* **WHAT YOU WILL DO**:
Give the records again in full, exactly as written.

[Records from a data collection]
[Start of section]

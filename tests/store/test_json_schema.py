"""Every `--format json` listing parses and matches its documented JSON Schema
(docs/logbook.schema.json, described in docs/json.md); CSV listings hold the same pumps.

The validator is the `jsonschema` package (JSON Schema draft 2020-12, the published
specification at json-schema.org), a test extra."""

from __future__ import annotations

import csv
import io
import json
from pathlib import Path

import jsonschema
import pytest

from logbook.cli import main
from tests.store.test_cli import TODAY, demo, demo_master  # noqa: F401  (the demo fleet fixtures)

SCHEMA = json.loads((Path(__file__).resolve().parents[2] / "docs" / "logbook.schema.json").read_text())
VALIDATOR = jsonschema.Draft202012Validator(SCHEMA)
COMMANDS = [("pumps",), ("pumps", "--units", "us"), ("show", "D-15264", "--all-readings"), ("show", "C-28412"),
            ("history", "C-28412"), ("check",)]


def _json(capsys, db, *args) -> dict:
    code = main(["--db", str(db), "--today", TODAY, *args, "--format", "json"])
    assert code == 0
    return json.loads(capsys.readouterr().out)


def test_the_schema_is_a_valid_json_schema():
    jsonschema.Draft202012Validator.check_schema(SCHEMA)


@pytest.mark.parametrize("args", COMMANDS, ids=" ".join)
def test_json_output_matches_the_documented_schema(demo, capsys, args):
    doc = _json(capsys, demo, *args)
    errors = [f"{list(e.absolute_path)}: {e.message}" for e in VALIDATOR.iter_errors(doc)]
    assert not errors, errors[:5]
    assert doc["schema"] == f"logbook.{args[0]}" and doc["schema_version"] == 1


def test_forecast_json_matches_the_documented_schema(demo, capsys):
    doc = _json(capsys, demo, "forecast", "--capacity", "2")
    errors = [f"{list(e.absolute_path)}: {e.message}" for e in VALIDATOR.iter_errors(doc)]
    assert not errors, errors[:5]
    assert doc["schema"] == "logbook.forecast" and doc["units"]["flow"] == "L/min"
    assert all(line["unit"] in ("L/min", "bar") for line in doc["plan"]["lines"])
    assert {r["status"]["code"] for r in doc["forecasts"]} <= set(SCHEMA["$defs"]["status"]["properties"]["code"]["enum"])


def test_the_schema_rejects_what_it_must(demo, capsys):
    doc = _json(capsys, demo, "pumps")
    bad = json.loads(json.dumps(doc))
    bad["pumps"][0]["status"] = "✖ over limit"  # a display string, as before schema version 1
    assert not VALIDATOR.is_valid(bad)
    bad = json.loads(json.dumps(doc))
    del bad["units"]
    assert not VALIDATOR.is_valid(bad)
    bad = json.loads(json.dumps(doc))
    bad["pumps"][0]["readings"][0]["p10_date"] = "03/01/2027"
    assert not VALIDATOR.is_valid(bad)


def test_units_follow_the_choice_and_values_convert(demo, capsys):
    metric = _json(capsys, demo, "pumps")
    us = _json(capsys, demo, "pumps", "--units", "us")
    assert metric["units"]["pressure"] == "bar" and us["units"]["pressure"] == "psi"
    m = next(k for k in metric["pumps"][0]["readings"] if k["kind"] == "servo_pressure")
    u = next(k for k in us["pumps"][0]["readings"] if k["kind"] == "servo_pressure")
    assert m["unit"] == "bar" and u["unit"] == "psi"
    # 1 bar = 1e5 Pa, 1 psi = 6894.757293168361 Pa (NIST SP 811, Appendix B.8)
    assert u["limit"] == pytest.approx(m["limit"] * 1e5 / 6894.757293168361, rel=1e-4)


def test_status_is_a_code_with_words(demo, capsys):
    from logbook.analysis.status import STATUS_ORDER
    from logbook.exports.listings import status_json

    codes = SCHEMA["$defs"]["status"]["properties"]["code"]["enum"]
    assert sorted(status_json(w)["code"] for w in STATUS_ORDER) == sorted(codes)  # every status documented
    doc = _json(capsys, demo, "pumps")
    first = doc["pumps"][0]["status"]
    assert first["symbol"] + " " + first["words"] in STATUS_ORDER


def test_csv_listing_holds_the_same_pumps_in_the_same_order(demo, capsys):
    doc = _json(capsys, demo, "pumps")
    assert main(["--db", str(demo), "--today", TODAY, "pumps", "--format", "csv"]) == 0
    rows = list(csv.DictReader(io.StringIO(capsys.readouterr().out)))
    assert [r["serial"] for r in rows] == [p["serial"] for p in doc["pumps"]]
    assert [r["status code"] for r in rows] == [p["status"]["code"] for p in doc["pumps"]]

[End of section]

* **ANSWER FOR THIS EXERCISE**:
filename tests/store/test_json_schema.py
"""Every `--format json` listing parses and matches its documented JSON Schema
(docs/logbook.schema.json, described in docs/json.md); CSV listings hold the same pumps.

The validator is the `jsonschema` package (JSON Schema draft 2020-12, the published
specification at json-schema.org), a test extra."""

from __future__ import annotations

import csv
import io
import json
from pathlib import Path

import jsonschema
import pytest

from logbook.cli import main
from tests.store.test_cli import TODAY, demo, demo_master  # noqa: F401  (the demo fleet fixtures)

SCHEMA = json.loads((Path(__file__).resolve().parents[2] / "docs" / "logbook.schema.json").read_text())
VALIDATOR = jsonschema.Draft202012Validator(SCHEMA)
COMMANDS = [("pumps",), ("pumps", "--units", "us"), ("show", "D-15264", "--all-readings"), ("show", "C-28412"),
            ("history", "C-28412"), ("check",)]


def _json(capsys, db, *args) -> dict:
    code = main(["--db", str(db), "--today", TODAY, *args, "--format", "json"])
    assert code == 0
    return json.loads(capsys.readouterr().out)


def test_the_schema_is_a_valid_json_schema():
    jsonschema.Draft202012Validator.check_schema(SCHEMA)


@pytest.mark.parametrize("args", COMMANDS, ids=" ".join)
def test_json_output_matches_the_documented_schema(demo, capsys, args):
    doc = _json(capsys, demo, *args)
    errors = [f"{list(e.absolute_path)}: {e.message}" for e in VALIDATOR.iter_errors(doc)]
    assert not errors, errors[:5]
    assert doc["schema"] == f"logbook.{args[0]}" and doc["schema_version"] == 1


def test_forecast_json_matches_the_documented_schema(demo, capsys):
    doc = _json(capsys, demo, "forecast", "--capacity", "2")
    errors = [f"{list(e.absolute_path)}: {e.message}" for e in VALIDATOR.iter_errors(doc)]
    assert not errors, errors[:5]
    assert doc["schema"] == "logbook.forecast" and doc["units"]["flow"] == "L/min"
    assert all(line["unit"] in ("L/min", "bar") for line in doc["plan"]["lines"])
    assert {r["status"]["code"] for r in doc["forecasts"]} <= set(SCHEMA["$defs"]["status"]["properties"]["code"]["enum"])


def test_the_schema_rejects_what_it_must(demo, capsys):
    doc = _json(capsys, demo, "pumps")
    bad = json.loads(json.dumps(doc))
    bad["pumps"][0]["status"] = "✖ over limit"  # a display string, as before schema version 1
    assert not VALIDATOR.is_valid(bad)
    bad = json.loads(json.dumps(doc))
    del bad["units"]
    assert not VALIDATOR.is_valid(bad)
    bad = json.loads(json.dumps(doc))
    bad["pumps"][0]["readings"][0]["p10_date"] = "03/01/2027"
    assert not VALIDATOR.is_valid(bad)


def test_units_follow_the_choice_and_values_convert(demo, capsys):
    metric = _json(capsys, demo, "pumps")
    us = _json(capsys, demo, "pumps", "--units", "us")
    assert metric["units"]["pressure"] == "bar" and us["units"]["pressure"] == "psi"
    m = next(k for k in metric["pumps"][0]["readings"] if k["kind"] == "servo_pressure")
    u = next(k for k in us["pumps"][0]["readings"] if k["kind"] == "servo_pressure")
    assert m["unit"] == "bar" and u["unit"] == "psi"
    # 1 bar = 1e5 Pa, 1 psi = 6894.757293168361 Pa (NIST SP 811, Appendix B.8)
    assert u["limit"] == pytest.approx(m["limit"] * 1e5 / 6894.757293168361, rel=1e-4)


def test_status_is_a_code_with_words(demo, capsys):
    from logbook.analysis.status import STATUS_ORDER
    from logbook.exports.listings import status_json

    codes = SCHEMA["$defs"]["status"]["properties"]["code"]["enum"]
    assert sorted(status_json(w)["code"] for w in STATUS_ORDER) == sorted(codes)  # every status documented
    doc = _json(capsys, demo, "pumps")
    first = doc["pumps"][0]["status"]
    assert first["symbol"] + " " + first["words"] in STATUS_ORDER


def test_csv_listing_holds_the_same_pumps_in_the_same_order(demo, capsys):
    doc = _json(capsys, demo, "pumps")
    assert main(["--db", str(demo), "--today", TODAY, "pumps", "--format", "csv"]) == 0
    rows = list(csv.DictReader(io.StringIO(capsys.readouterr().out)))
    assert [r["serial"] for r in rows] == [p["serial"] for p in doc["pumps"]]
    assert [r["status code"] for r in rows] == [p["status"]["code"] for p in doc["pumps"]]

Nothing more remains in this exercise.